# Tivo sports OnePass!



## bradleys (Oct 31, 2007)

I am not a big sports fan, but I know a lot of people who are. Hours are spent debating meathods for crafting wishlists and onepass's for different sporting events. Tivo would make some waves if they built into the Onepass ecosystem a way to schedule actual sporting events.

Select a sport, select a team(s) and viola - the OnePass takes care of the rest!

Annoyed about that golf game that switches from Channel A to Channel B? Select all channels! 

Thoughts?


----------



## ajwees41 (May 7, 2006)

bradleys said:


> I am not a big sports fan, but I know a lot of people who are. Hours are spent debating meathods for crafting wishlists and onepass's for different sporting events. Tivo would make some waves if they built into the Onepass ecosystem a way to schedule actual sporting events.
> 
> Select a sport, select a team(s) and viola - the OnePass takes care of the rest!
> 
> ...


how would it handle same teams on 2 channels either MLB extra innings or 2 sport networks?


----------



## bradleys (Oct 31, 2007)

One of the biggest issues with golf is it will start on one channel and end on another. You indicate "prefer HD" but If you choose all channels and it exists on two separate HD channels at the same time - I suppose it would record both.

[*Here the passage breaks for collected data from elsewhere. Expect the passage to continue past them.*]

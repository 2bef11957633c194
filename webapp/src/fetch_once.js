// One download per file of a build, whoever asks first: the service worker's
// precache (sw.js, through importScripts) or the Python worker's boot
// (worker/worker.js, as a module import). On a first visit both run at once,
// and each big runtime file used to be downloaded by both.
//
//   self.tamisFetchOnce(url, file, cacheName, {onBytes, fetchImpl, onCacheError}) -> Promise<Response>
//
// `file` is the build manifest's entry {path, size, sha256}. Under the Web Lock
// "tamis-download <cacheName> <path>" it answers from the cache `cacheName` when
// the file is there (only checked bytes are ever put there); otherwise it
// downloads the file once, counting the bytes as they arrive (onBytes(received,
// size), and a message {type: "bytes", cache, path, received, size} on the
// BroadcastChannel "tamis-download", so whoever waits on the lock can show them
// too), checks size and sha256 against the manifest, puts it in the cache and
// answers with those bytes. Whoever comes second waits for the lock and then
// finds the file in the cache. A download that fails or differs from the
// manifest caches nothing (an error status is answered as it is, for the caller
// to report). Where Web Locks are missing it simply downloads.
//
// A plain script (no import or export), so that it runs both as a classic
// script and as a module.

(function () {
  const CHANNEL = "tamis-download";
  const channel = typeof BroadcastChannel === "function" ? new BroadcastChannel(CHANNEL) : null;

  async function sha256Hex(buffer) {
    const digest = new Uint8Array(await crypto.subtle.digest("SHA-256", buffer));
    return Array.from(digest, (b) => b.toString(16).padStart(2, "0")).join("");
  }

  async function download(url, file, cacheName, onBytes, fetchImpl, onCacheError) {
    const response = await fetchImpl(url, { cache: "no-cache", credentials: "same-origin" });
    if (!response.ok) return response;
    const chunks = [];
    let received = 0;
    let told = 0;
    const tellBytes = () => {
      onBytes(received, file.size);
      if (channel) channel.postMessage({ type: "bytes", cache: cacheName, path: file.path, received, size: file.size });
    };
    if (response.body && response.body.getReader) {
      const reader = response.body.getReader();
      for (;;) {
        const { done, value } = await reader.read();
        if (done) break;
        chunks.push(value);
        received += value.byteLength;
        const now = Date.now();
        if (now - told >= 100) { told = now; tellBytes(); }
      }
    } else {
      const all = new Uint8Array(await response.arrayBuffer());
      chunks.push(all);
      received = all.byteLength;
    }
    tellBytes();
    const body = new Uint8Array(received);
    let at = 0;
    for (const c of chunks) { body.set(c, at); at += c.byteLength; }
    if (body.byteLength !== file.size || (await sha256Hex(body)) !== file.sha256) {
      throw new Error(`${file.path} differs from the build manifest (the files changed after the build; run make build)`);
    }
    const headers = new Headers(response.headers);
    if (cacheName && self.caches) {
      await caches.open(cacheName).then((cache) => cache.put(url, new Response(body, { status: 200, statusText: "OK", headers })))
        .catch((err) => { if (!onCacheError(err)) throw err; });
    }
    return new Response(body, { status: 200, statusText: "OK", headers });
  }

  // A cached entry was checked against the manifest before it was put (here or by the service worker's
  // precache), and the service worker serves its entries unchecked too: it is answered as it is, streaming.
  async function fromCache(url, cacheName, onCacheError) {
    if (!cacheName || !self.caches) return null;
    try {
      return (await (await caches.open(cacheName)).match(url)) || null;
    } catch (err) {
      if (!onCacheError(err)) throw err;
      return null;
    }
  }

  // onCacheError(err) -> true when the caller can do without the cache (the Python worker: Cache Storage
  // may be refused, e.g. in a private window, and the boot then simply downloads); the service worker's
  // precache needs the cache, so there an error rejects.
  self.tamisFetchOnce = function (url, file, cacheName,
    { onBytes = () => {}, fetchImpl = self.fetch.bind(self), onCacheError = () => false } = {}) {
    const run = async () => (await fromCache(url, cacheName, onCacheError)) ||
      download(url, file, cacheName, onBytes, fetchImpl, onCacheError);
    const locks = self.navigator && self.navigator.locks;
    if (!locks || !cacheName) return run();
    return locks.request(`${CHANNEL} ${cacheName} ${file.path}`, run);
  };
  self.tamisDownloadChannel = CHANNEL;
})();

For most situations, you should be able to choose a channel in the OnePass - wouldn't that be correct?


----------



## ajwees41 (May 7, 2006)

bradleys said:


> One of the biggest issues with golf is it will start on one channel and end on another. You indicate "prefer HD" but If you choose all channels and it exists on two separate HD channels at the same time - I suppose it would record both.
> 
> For most situations, you should be able to choose a channel in the OnePass - wouldn't that be correct?


I just tried doing a OnePass for MLB baseball and in the future airings actually listed the teams that were playing, so One Pass should work


----------



## bradleys (Oct 31, 2007)

ajwees41 said:


> I just tried doing a OnePass for MLB baseball and in the future airings actually listed the teams that were playing, so One Pass should work


There seems to be a lot of complaints about finding and scheduling games. Also, I am thinking about the ability to limit it to specific teams, etc...

Today this is done mostly using wishlists - so a product that automates that would be good for marketing - although I would never use it.


----------